A helper or spotter would be of great value. First step would be to get a rope, cable, strap or whatever as high on the standing trunk as possible. Secured to the pulling device in the opposite direction that the tops have fallen. Pull it to almost snug (too much and it will want to cause the drop prematurely). Next, cut your notch on the pull side (opposite of the way the top fell). Get your opposite cut and leave a firm hinge. Attempt your pull, if too much hinge remains, back off to almost snug and take a wee bit out of the hinge, retry pull.

If this was my chore, I would go at it just as described.
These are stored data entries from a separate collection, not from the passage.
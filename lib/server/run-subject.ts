import { findRun } from '@/db/queries/runs';
import { type OutboxMessage } from '@/lib/contracts/runs';
import { type Subject } from '@/lib/permissions';
import { Problem } from '@/lib/problem';

/** Whose run it is; there must be one. */
export async function runSubject(runId: string): Promise<Subject> {
  const run = await findRun({ id: runId });
  if (!run) throw new Problem('not-found', { what: 'run' });
  return { driverId: run.driverId };
}

/** A run that is just starting belongs to the driver named, or to the one who starts it. */
export function startSubject(driverId: number | null, actorId: number): Subject {
  return { driverId: driverId ?? actorId };
}

export async function outboxSubject(message: OutboxMessage, actorId: number): Promise<Subject> {
  return message.kind === 'start-run'
    ? startSubject(message.payload.driverId, actorId)
    : runSubject(message.payload.runId);
}
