import { salts, type Salt } from '../brine/salts';
import { type Film, type FilmLoss } from './film';

/** A product as the road sees it: mass fractions of anhydrous salts and of water; what is left is inert. */
export interface Product {
  readonly composition: Readonly<Partial<Record<Salt, number>>>;
  readonly waterMassFraction: number;
  /** time constant of its grains, min; 0 dissolves at once */
  readonly dissolveMin: number;
}

/** One visit of a truck: the plough first, then the spreader. */
export interface Pass {
  isPloughed: boolean;
  product: Product | null;
  /** g/m² of product that leaves the spreader */
  rateGPerM2: number;
  /** part of it that does not stay on the lane, 0 to 1 */
  scatter: number;
}

/**
 * The plough takes loose ice and slush down to `residualMm` of water with their share of the salts. Bonded ice and
 * plain wet stay.
 */
export function ploughFilm(film: Film, residualMm: number, loss: FilmLoss | null = null): void {
  const waterMm = film.liquidMm + film.frozenMm;
  if (film.isBonded || film.frozenMm <= 0 || waterMm <= residualMm) return;
  const stays = residualMm / waterMm;
  film.liquidMm *= stays;
  film.frozenMm *= stays;
  for (const salt of salts) {
    for (const masses of [film.dissolved, film.undissolved]) {
      const gone = masses[salt] * (1 - stays);
      masses[salt] -= gone;
      if (loss) loss.salts[salt] += gone;
    }
  }
  film.fellAsSnowMm *= film.fellMm > residualMm ? residualMm / film.fellMm : 1;
  film.fellMm = Math.min(film.fellMm, residualMm);
  if (loss) loss.ploughedMm += waterMm * (1 - stays);
}

/**
 * Spreads `rateGPerM2` of a product, of which `1 − scatter` lands: salts by its composition, and its own water as
 * liquid. RangeError for a negative rate or a scatter outside 0 to 1.
 */
export function spreadOn(film: Film, { product, rateGPerM2, scatter }: Pass): void {
  if (!(rateGPerM2 >= 0 && scatter >= 0 && scatter <= 1)) {
    throw new RangeError(`A rate is 0 or more and a scatter 0 to 1, not ${rateGPerM2} and ${scatter}`);
  }
  if (!product || rateGPerM2 === 0) return;
  const landedG = rateGPerM2 * (1 - scatter);
  const into = product.dissolveMin > 0 ? film.undissolved : film.dissolved;
  for (const salt of salts) into[salt] += landedG * (product.composition[salt] ?? 0);
  film.liquidMm += (landedG * product.waterMassFraction) / 1000;
  if (product.dissolveMin > 0) film.dissolveMin = product.dissolveMin;
}

/** Ploughs if the pass does, then spreads. Changes the film. */
export function passOver(film: Film, pass: Pass, residualMm: number, loss: FilmLoss | null = null): void {
  if (pass.isPloughed) ploughFilm(film, residualMm, loss);
  spreadOn(film, pass);
}
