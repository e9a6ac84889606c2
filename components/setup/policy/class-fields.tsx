'use client';

import { Field } from '@/components/ui/field';
import { Select } from '@/components/ui/select';
import { TextInput } from '@/components/ui/text-input';
import { type ProblemFields } from '@/lib/problem';
import { serviceClasses, type Policy } from '@/lib/treatment/policy';
import { type PromiseKind } from '@/lib/treatment/promise';

const promiseWords: readonly { value: PromiseKind; label: string }[] = [
  { value: 'bare', label: 'bare: no ice, snow kept loose' },
  { value: 'passable', label: 'passable: a little ice, snow kept loose' },
  { value: 'low', label: 'low: half the ice may stay' },
];

export type ClassFieldsProps = Readonly<{ policy: Policy; fields: ProblemFields }>;

/** What each class of road is promised: one line a class. */
export function ClassFields({ policy, fields }: ClassFieldsProps) {
  return (
    <ul className="border-t">
      {serviceClasses.map((name) => (
        <li
          key={name}
          className="grid items-start gap-x-6 gap-y-2 border-b py-3 sm:grid-cols-[4.5rem_minmax(0,1fr)_11rem]"
        >
          <p className="font-semibold sm:pt-7">Class {name}</p>
          <Field label="Promise" error={fields[`rules.promises.${name}`]}>
            <Select name={`promises.${name}`} defaultValue={policy.promises[name]} options={promiseWords} />
          </Field>
          <Field label="Vehicles an hour at night" error={fields[`rules.vehiclesPerH.${name}`]}>
            <TextInput
              name={`vehiclesPerH.${name}`}
              inputMode="numeric"
              className="text-right font-mono"
              defaultValue={policy.vehiclesPerH[name]}
            />
          </Field>
        </li>
      ))}
    </ul>
  );
}
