import { differenceInCalendarDays } from 'date-fns';
import { findAgency } from '@/db/queries/agency';
import { listLedgerEntries, type LedgerEntryRecord } from '@/db/queries/ledger';
import { listMaterials } from '@/db/queries/materials';
import { listRunHeads, type RunHead } from '@/db/queries/runs';
import { findStormRow } from '@/db/queries/storms';
import { type LedgerRoad, type LedgerRun, type LedgerView } from '@/lib/contracts/ledger';
import { accountFor, massKg, medianRate, type LedgerMaterial } from '@/lib/ledger/account';
import { notesFor } from '@/lib/ledger/notes';
import { Problem } from '@/lib/problem';

type Materials = ReadonlyMap<number, LedgerMaterial & { form: string; densityKgPerM3: number }>;

/** A storm's ledger: recommended beside spread by run and road, the totals, and what needs a look. */
export async function readLedger(stormId: number): Promise<LedgerView> {
  const storm = await findStormRow({ id: stormId });
  if (!storm) throw new Problem('not-found', { what: 'storm' });
  const [entries, heads, materialRows, agency] = await Promise.all([
    listLedgerEntries({ stormId }),
    listRunHeads({ stormId }),
    listMaterials(),
    findAgency(),
  ]);
  const materials: Materials = new Map(materialRows.map((material) => [material.id, material]));
  const runs = heads.map((head) => runOf(head, entriesOf(entries, head.id), materials));
  return {
    stormId,
    stormNumber: storm.number,
    stormName: storm.name,
    fromAt: storm.fromAt.toISOString(),
    untilAt: storm.untilAt.toISOString(),
    isClosed: storm.closedAt !== null,
    currency: agency.currency,
    total: accountFor(entries, materials),
    laneKm: laneKmOf(entries),
    brineL: brineOf(entries, materials),
    runs,
    roads: entries.map(roadOf),
    notes: notesFor(heads.map((head, index) => factsOf(head, runs[index]?.account ?? accountFor([], materials)))),
  };
}

const entriesOf = (entries: LedgerEntryRecord[], runId: string) => entries.filter((entry) => entry.runId === runId);

function runOf(head: RunHead, entries: LedgerEntryRecord[], materials: Materials): LedgerRun {
  return {
    runId: head.id,
    routeName: head.routeName,
    passNumber: head.passNumber,
    truckNumber: head.truckNumber,
    driverName: head.driverName,
    startedAt: head.startedAt.toISOString(),
    finishedAt: head.finishedAt?.toISOString() ?? null,
    roadsTotal: head.roadsTotal,
    roadsDone: head.roadsDone,
    loadedKg: head.loadedKg,
    medianRateGPerM2: medianRate(
      entries.flatMap((entry) => (entry.outcome === 'spread' && entry.rateGPerM2 !== null ? [entry.rateGPerM2] : [])),
    ),
    account: accountFor(entries, materials),
  };
}

function roadOf(entry: LedgerEntryRecord): LedgerRoad {
  return {
    ...entry,
    spreadKg: entry.outcome === 'spread' ? massKg(entry.rateGPerM2, entry.areaM2) : 0,
    recommendedKg: massKg(entry.recommendedRateGPerM2, entry.areaM2),
    spreadAt: entry.spreadAt.toISOString(),
    recordedAt: entry.recordedAt.toISOString(),
    isAmendment: entry.amendsId !== null,
  };
}

function factsOf(head: RunHead, account: ReturnType<typeof accountFor>) {
  return {
    ...head,
    isFinished: head.finishedAt !== null,
    calibrationAgeDays: head.calibratedOn
      ? differenceInCalendarDays(head.startedAt, new Date(head.calibratedOn))
      : null,
    account,
  };
}

function laneKmOf(entries: LedgerEntryRecord[]): number {
  const treated = entries.filter((entry) => entry.outcome !== 'skipped');
  return treated.reduce((sum, entry) => sum + (entry.lanes * entry.lengthM) / 1000, 0);
}

function brineOf(entries: LedgerEntryRecord[], materials: Materials): number {
  return entries.reduce((litres, entry) => {
    const material = entry.materialId === null ? undefined : materials.get(entry.materialId);
    if (entry.outcome !== 'spread' || material?.form !== 'liquid') return litres;
    return litres + (massKg(entry.rateGPerM2, entry.areaM2) / material.densityKgPerM3) * 1000;
  }, 0);
}
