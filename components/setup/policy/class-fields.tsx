'use client';

import { Field } from '@/components/ui/field';
import { NumberInput } from '@/components/ui/number-input';
import { Select } from '@/components/ui/select';
import { serviceClasses, type PolicyRules, type ServicePromise } from '@/lib/contracts/policy';
import { type ProblemFields } from '@/lib/problem';

const promiseWords: readonly { value: ServicePromise; label: string }[] = [
  { value: 'bare', label: 'bare: no ice, snow kept loose' },
  { value: 'passable', label: 'passable: a little ice between the tracks' },
  { value: 'low', label: 'low: half the ice, half the looseness' },
];

export type ClassFieldsProps = Readonly<{ rules: PolicyRules | null; fields: ProblemFields }>;

/** What each class of road is promised: one line a class. */
export function ClassFields({ rules, fields }: ClassFieldsProps) {
  return (
    <ul className="border-t">
      {serviceClasses.map((name) => (
        <li
          key={name}
          className="grid items-start gap-x-6 gap-y-2 border-b py-3 sm:grid-cols-[4.5rem_minmax(0,1fr)_10rem]"
        >
          <p className="font-semibold sm:pt-7">Class {name}</p>
          <Field label="Promise" error={fields[`rules.classes.${name}.promise`]}>
            <Select
              name={`promise.${name}`}
              defaultValue={rules?.classes[name].promise ?? 'passable'}
              options={promiseWords}
            />
          </Field>
          <Field label="Truck back within" error={fields[`rules.classes.${name}.cycleMin`]}>
            <NumberInput
              name={`cycle.${name}`}
              quantity="durationHours"
              defaultValue={rules ? rules.classes[name].cycleMin / 60 : null}
            />
          </Field>
        </li>
      ))}
    </ul>
  );
}
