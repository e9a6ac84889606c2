import { z } from 'zod';

const Environment = z.object({
  DATABASE_URL: z.url({ protocol: /^postgres(ql)?$/, error: 'DATABASE_URL must be a postgres:// address' }),
  NEXTAUTH_URL: z.url().default('http://localhost:3000'),
  NEXTAUTH_SECRET: z.string().min(16, 'NEXTAUTH_SECRET must have at least 16 characters').optional(),
  NODE_ENV: z.enum(['development', 'test', 'production']).default('development'),
  /** An XYZ address such as https://…/{z}/{x}/{y}.png; without one the map draws the roads alone. */
  TILE_URL: z.string().optional(),
  TILE_ATTRIBUTION: z.string().default(''),
  /** Lines about slow or failed work go to standard output at this level. */
  LOG_LEVEL: z.enum(['silent', 'error', 'info']).default('info'),
});

export type Environment = z.infer<typeof Environment>;

let parsed: Environment | undefined;

/** The only reader of `process.env`: parsed once, everything wrong listed at once. */
export function env(): Environment {
  if (parsed) return parsed;
  const result = Environment.safeParse(process.env);
  if (!result.success) {
    const lines = result.error.issues.map((issue) => `  ${issue.path.join('.')}: ${issue.message}`);
    throw new Error(`The environment is not usable:\n${lines.join('\n')}`);
  }
  parsed = result.data;
  return parsed;
}

/** Tests point the process at their own database after modules have loaded. */
export function resetEnv(): void {
  parsed = undefined;
}

/** Signs the sessions. Scripts that never see a session run without it; a server in production does not. */
export function sessionSecret(): string | undefined {
  const { NEXTAUTH_SECRET, NODE_ENV } = env();
  if (NODE_ENV === 'production' && NEXTAUTH_SECRET === undefined)
    throw new Error('NEXTAUTH_SECRET must be set in production: it signs the sessions.');
  return NEXTAUTH_SECRET;
}
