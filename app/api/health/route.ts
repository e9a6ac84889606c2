import { checkDatabase } from '@/db/queries/health';
import { Health } from '@/lib/contracts/health';
import { handle } from '@/lib/server/handle';

export const dynamic = 'force-dynamic';

export const GET = handle({ action: 'public', reply: Health }, async () => {
  await checkDatabase();
  return { status: 'ready' as const };
});
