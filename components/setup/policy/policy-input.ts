import { serviceClasses } from '@/lib/treatment/policy';

type Typed = Readonly<Record<string, FormDataEntryValue>>;

const forms = ['liquid', 'prewet', 'solid'] as const;

/** The flat fields of the form (`promises.A`, `scatter.solid`) as the contract wants them. */
export function policyInput(typed: Typed, basedOnVersion: number) {
  const group = (name: string, keys: readonly string[]) =>
    Object.fromEntries(keys.map((key) => [key, typed[`${name}.${key}`]]));
  const single = Object.fromEntries(Object.entries(typed).filter(([name]) => !name.includes('.')));
  return {
    basedOnVersion,
    rules: {
      ...single,
      promises: group('promises', serviceClasses),
      vehiclesPerH: group('vehiclesPerH', serviceClasses),
      maxRateGPerM2: group('maxRateGPerM2', forms),
      minRateGPerM2: group('minRateGPerM2', forms),
      scatter: group('scatter', forms),
    },
  };
}
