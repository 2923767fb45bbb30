"""The test, estimate and class of every possible error: of an edge, a reading at a vertex, a leak, a held value."""

from fractions import Fraction
from math import sqrt

import numpy as np
import pytest

from dec.audit.record import Audit

from .dense_reference import Row, is_parallel
from .measured_networks import Measured, columns_of, measured, rows_of_vertices

SEEDS = [range(first, first + 50) for first in range(0, 500, 50)]
NAMES = [f"seeds {block.start} to {block.stop - 1}" for block in SEEDS]


def near(exact: Fraction | float) -> object:
    return pytest.approx(float(exact), rel=1e-9, abs=1e-9)


def compare_readings(net: Measured, audit: Audit) -> None:
    exact, m = net.exact, len(net.case.ends)
    statistic, detectable = (columns_of(audit, name, m) for name in ("statistic", "detectable"))
    for i in range(len(exact.basis)):
        weight = exact.weight(exact.alone(net.reading_of(i))) if i in exact.at else Fraction(0)
        if weight:
            error = exact.alone(net.reading_of(i))
            assert statistic[i] == near(abs(exact.score(error)) / sqrt(weight))
            assert detectable[i] == near(4.13 / sqrt(weight))
        else:
            assert np.isnan([statistic[i], detectable[i]]).all()


def compare_vertices(net: Measured, audit: Audit) -> None:
    """What leaks at vertices that balance only together is told once for all of them."""
    exact, table, at = net.exact, audit.tables["vertices"], rows_of_vertices(net)
    fault, sd, statistic = (table[name] for name in ("fault", "fault_sd", "fault_statistic"))
    assert len(fault) == max(net.case.n, *(row + 1 for row in at.values()))
    for row in range(len(fault)):
        here = [v for v in range(net.case.n) if at[v] == row and v in net.error and any(exact.seen(net.error[v]))]
        if not here:
            assert np.isnan([fault[row], sd[row], statistic[row]]).all()
            assert table["class"][row] == 0
        for v in here:
            weight, score = exact.weight(net.error[v]), exact.score(net.error[v])
            assert fault[row] == near(score / weight)
            assert sd[row] == near(1 / sqrt(weight))
            assert statistic[row] == near(abs(score) / sqrt(weight))


def compare_classes(net: Measured, audit: Audit) -> None:
    """Two errors have the same number exactly when what they add to the checks is the same but for its size."""
    exact, m, at = net.exact, len(net.case.ends), rows_of_vertices(net)
    number, table = columns_of(audit, "class", m).tolist(), audit.tables["vertices"]["class"].tolist()
    assert all(n == 0 for i, n in enumerate(number) if i not in exact.at)
    errors: list[tuple[int, Row]] = [(number[i], exact.seen(exact.alone(k))) for k, i in enumerate(exact.at)]
    errors += [(table[at[v]], exact.seen(error)) for v, error in net.error.items()]
    first: dict[int, Row] = {}
    for n, seen in errors:
        assert (n > 0) == any(seen)
        if n:
            assert is_parallel(seen, first.setdefault(n, seen))
    assert sorted(first) == list(range(1, len(first) + 1))
    kinds = list(first.values())
    assert not any(is_parallel(a, b) for k, a in enumerate(kinds) for b in kinds[:k])


def compare(net: Measured) -> None:
    audit = net.audit()
    compare_readings(net, audit)
    compare_vertices(net, audit)
    compare_classes(net, audit)


@pytest.mark.parametrize("block", SEEDS, ids=NAMES)
@pytest.mark.parametrize("law", ["balance", "loop"])
def test_every_possible_error_is_tested_as_defined(law: str, block: range):
    for seed in block:
        compare(measured(law, seed))


@pytest.mark.parametrize("law", ["balance", "loop"])
@pytest.mark.parametrize("size", ["0.5", "3", "2%"])
def test_common_errors_change_every_test(law: str, size: str):
    for seed in range(1000, 1040):
        compare(measured(law, seed, size))
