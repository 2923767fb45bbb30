"""The example of figures for the record: what it prints, and its commands."""

import re
import runpy
import shlex
import shutil
from pathlib import Path

import pandas as pd
import pytest

from dec.cli import main

TOP = Path(__file__).parents[2]
SCRIPT = TOP / "examples" / "07_figures_for_the_record.py"


def test_the_script_says_what_the_readme_says(capsys):
    runpy.run_path(str(SCRIPT), run_name="__main__")
    out = capsys.readouterr().out
    assert "rounded one by one, 5 junctions no longer balance\nrounded together, 0 do not\n" in out
    assert "recheck: holds; " in out
    assert "pipes.csv line 22: is not the line that was certified" in out
    assert (TOP / "examples" / "data" / "town" / "pipes.csv").read_text().splitlines()[21].startswith("P21,")
    assert "moebius.obj: H0 = Z, H1 = Z, H2 = 0" in out


def test_the_commands_of_the_script_run_and_recheck(tmp_path, monkeypatch, capsys):
    text = SCRIPT.read_text(encoding="utf-8").replace("\\\n", "")
    commands = [shlex.split(line) for line in re.findall(r"^    dec (.*)", text, re.MULTILINE)]
    assert [words[0] for words in commands] == ["balance", "verify", "check", "verify"]
    shutil.copytree(TOP / "examples" / "data", tmp_path / "examples" / "data")
    shutil.copytree(TOP / "meshes", tmp_path / "meshes")
    monkeypatch.chdir(tmp_path / "examples")
    codes = [main(words) for words in commands]
    assert codes == [1, 0, main(["check", "../meshes/moebius.obj", "--quiet"]), 0]
    published = pd.read_csv("published.csv", dtype=str, keep_default_na=False)
    assert set(published["rounded_to"]) == {"0.1"}
    capsys.readouterr()


@pytest.mark.parametrize("word", ["local codes", "licensed practice", "not say that"])
def test_the_script_says_what_a_certificate_does_not_show(word):
    assert word in " ".join(SCRIPT.read_text(encoding="utf-8").split())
Be safe and good luck at whatever you decide.


----------



## gzecc (Dec 26, 2014)

Also for pulling them down with truck or large tractor and long HD rope/chain. Surely wouldn't do it for free unless they were mine.


----------



## Byrond (Dec 26, 2014)

I would make my cuts 90 degrees on on side or the other from the side they are broken on and use a rope to bring them down. Had one across my driveway that looked identical


----------



## Fifelaker (Dec 26, 2014)

I wouldn't use a 4 wheeler to pull them with. I want something heavier than the tree so it doesn't turn the 4 wheeler into a rocket with me on it.


----------



## Diabel (Dec 26, 2014)

I would wait for nature to take its course. I am sure there are other trees waiting to be processed.


----------



## saskwoodburner (Dec 27, 2014)

Diabel said:


> I would wait for nature to take its course. I am sure there are other trees waiting to be processed.



I would agree very much with this. A tree on the ground is one thing, but there's a reason people call the professionals to remove trees like this. Could you do it? Maybe. Could you die? It's possible.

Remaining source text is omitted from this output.